My first Olympic outreach was in 1984, just a couple months after I married Stasia. For a couple of years a call to missions had been burning in my heart. In 1982, 30 days before his plane crash, Keith Green held a concert in Long Beach auditorium. Keith shared passionately his conviction that Jesus commanded all of us to go with the Gospel, stressing it should be the exception if we stay. There wasn’t a dry eye in the place. I know, because I was there. God called me to missions that night, and I assured Him that when the time came —-when I was released from my responsibilities as a youth pastor, I would go and not look back.

Two years later, still a youth pastor, I decided it was time to leave my Jerusalem (San Diego) and take a team from my church to the LA Olympic Outreach. There were only a half dozen of us. We slept on Sunday school room floors at an Assembly of God church in West Los Angeles. We weren’t alone. We were grouped with a team of 12 Australians led by a New Zealander. These guys were troopers.

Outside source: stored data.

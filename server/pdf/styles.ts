/** The look every Cellarpact PDF shares: A4, Source Sans 3, the brand line, headings, table rows, footer. */
import { StyleSheet } from "@react-pdf/renderer";
import { PDF_FONT } from "./fonts.ts";

export const base = StyleSheet.create({
  page: { fontFamily: PDF_FONT as unknown as string, fontSize: 9.5, color: "#1b2230", padding: 40, paddingBottom: 56 },
  brand: { fontSize: 10, fontWeight: 600, color: "#5b1f3c" },
  h1: { fontSize: 17, fontWeight: 600, marginTop: 4, marginBottom: 8 },
  h2: { fontSize: 12, fontWeight: 600, marginTop: 14, marginBottom: 4 },
  row: { flexDirection: "row", borderBottomWidth: 0.5, borderBottomColor: "#ddd6ca", paddingVertical: 3 },
  head: { flexDirection: "row", borderBottomWidth: 1, borderBottomColor: "#1b2230", paddingVertical: 3, fontWeight: 600 },
  small: { fontSize: 8, color: "#5c6470" },
  box: { borderWidth: 1, borderColor: "#5b1f3c", padding: 8, marginTop: 8 },
  footer: {
    position: "absolute",
    bottom: 24,
    left: 40,
    right: 40,
    fontSize: 7.5,
    color: "#5c6470",
    flexDirection: "row",
    justifyContent: "space-between",
  },
});

export const stamp = (d: Date | string) => (typeof d === "string" ? d : d.toISOString()).slice(0, 16).replace("T", " ") + " UTC";
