import type { ReactNode } from "react";

export function PageHeader({ title, lead, actions }: { title: string; lead?: ReactNode; actions?: ReactNode }) {
  return (
    <header className="mb-6 flex flex-wrap items-end justify-between gap-4">
      <div>
        <h1 className="text-2xl font-bold text-ink-900">{title}</h1>
        {lead && <p className="mt-1 max-w-2xl text-ink-500">{lead}</p>}
      </div>
      {actions}
    </header>
  );
}

export function Card({ title, children, className = "" }: { title?: string; children: ReactNode; className?: string }) {
  return (
    <section className={`rounded-card border border-line bg-card p-gutter ${className}`}>
      {title && <h2 className="mb-4 text-lg font-semibold text-ink-900">{title}</h2>}
      {children}
    </section>
  );
}

/** Centred single card for the signed-out pages. */
export function AuthLayout({ title, children }: { title: string; children: ReactNode }) {
  return (
    <main className="flex min-h-screen items-center justify-center px-4 py-10">
      <div className="w-full max-w-md">
        <p className="mb-6 text-center text-xl font-bold tracking-tight text-must-700">Cellarpact</p>
        <div className="rounded-card border border-line bg-card p-8 shadow-sm">
          <h1 className="mb-6 text-xl font-bold text-ink-900">{title}</h1>
          {children}
        </div>
      </div>
    </main>
  );
}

Here I was —-a green, southern California boy who had never been outside the state of California whose “mission experience” began and ended with car washes and personal evangelism at the mall, and I felt like I had en-countered the Green Beret of God’s army. For three weeks we witnessed at Venice Beach, served water to athletes on the UCLA campus, reached out to homeless people in the inner city, engaged in intercessory prayer every morning and worshipped past midnight every night. I loved those Aussies! They were the coolest bunch of Christians I had ever met. I had no idea then that in a few years I would end up in Australia. For me, in the summer of 1984, the mission journey had begun.

There was so much prayer and unity in the ’84 Olympic outreach that the crime rate dropped radically. There were ZERO homicides in Los Angeles during the games. Over a thousand people came to Christ each day on the streets. I was so excited about what was happening all around that one night I called Stasia and said “get ready to start packing, honey! We’re gonna be missionaries!” One year later we were.

olympic outreach

Ministering the Gospel through drama in Plaza Real in Barcelona, Spain, ’92 Olympic Outreach.

Then in 1992 I led a team of Australians (does God have a sense of humor or what?) from Sydney to participate in the Barcelona Olympic Outreach. Our team was a talented bunch of actors and pantomime artists who per-formed riveting street dramas, presenting the Gospel clearly without so much as a word. We were housed along with over 5,000 others at a high school campus in Mataro’, 40 minutes north of Barcelona. The night before the Olympics were to begin, the Mayor of Barcelona faxed a special permit to our mission leaders giving us the “run of the town”–permission to work and per-form in any park and plaza and street corner in the city. We must have walked a hundred miles over those two weeks.

Though Spain is extremely hard ground for the Gospel, we saw fruit and brought home some amazing stories and testimonies. One that sticks with me is the night a man started weeping at the end of one of our performances. He couldn’t stop. He shared with our translator that he was a mercenary—a hired killer—and he wanted to turn from what he had done, and receive God’s forgiveness. Our translator, who was from Argentina, stayed back with him long after we left to catch the train back to Mataro’. The next morning he came to us, beaming from ear to ear, announcing that the weeping mercenary found Christ in the early morning hours.

Holding the official Olympic torch in Harpendon, England during 2012 Outreach in London.

Holding the official Olympic torch in Harpendon, England during 2012 Outreach in London.

Flash forward 20 years. My 23 year old daughter Lauren and I chaperoned a team from upstate New York on an outreach to the Olympics in London, England. We represented Justice For Youth and worked alongside Stop the Traffick, a prominent Human Trafficking prevention organization launched by a prominent youth minister in the UK.  Our team of 13 people joined dozens of other volunteers from all over the world, staffing  brilliantly conceived and very effective displays. Besides engaging people directly on the issue of human trafficking, a primary focus of the UN Gift Box program was to gather signatures as a part of the “Global Initiative To Fight Human Trafficking,” interacting with hundreds of people each day from virtually every nation on earth.  Letting Jesus shine bright through our lives in all we say and do, and being prepared to give an answer to aall who ask us the reason for our hope. This is the tried and true recipe to change the world, one person at a time!

I look forward to Rio next year. Divine appointments await.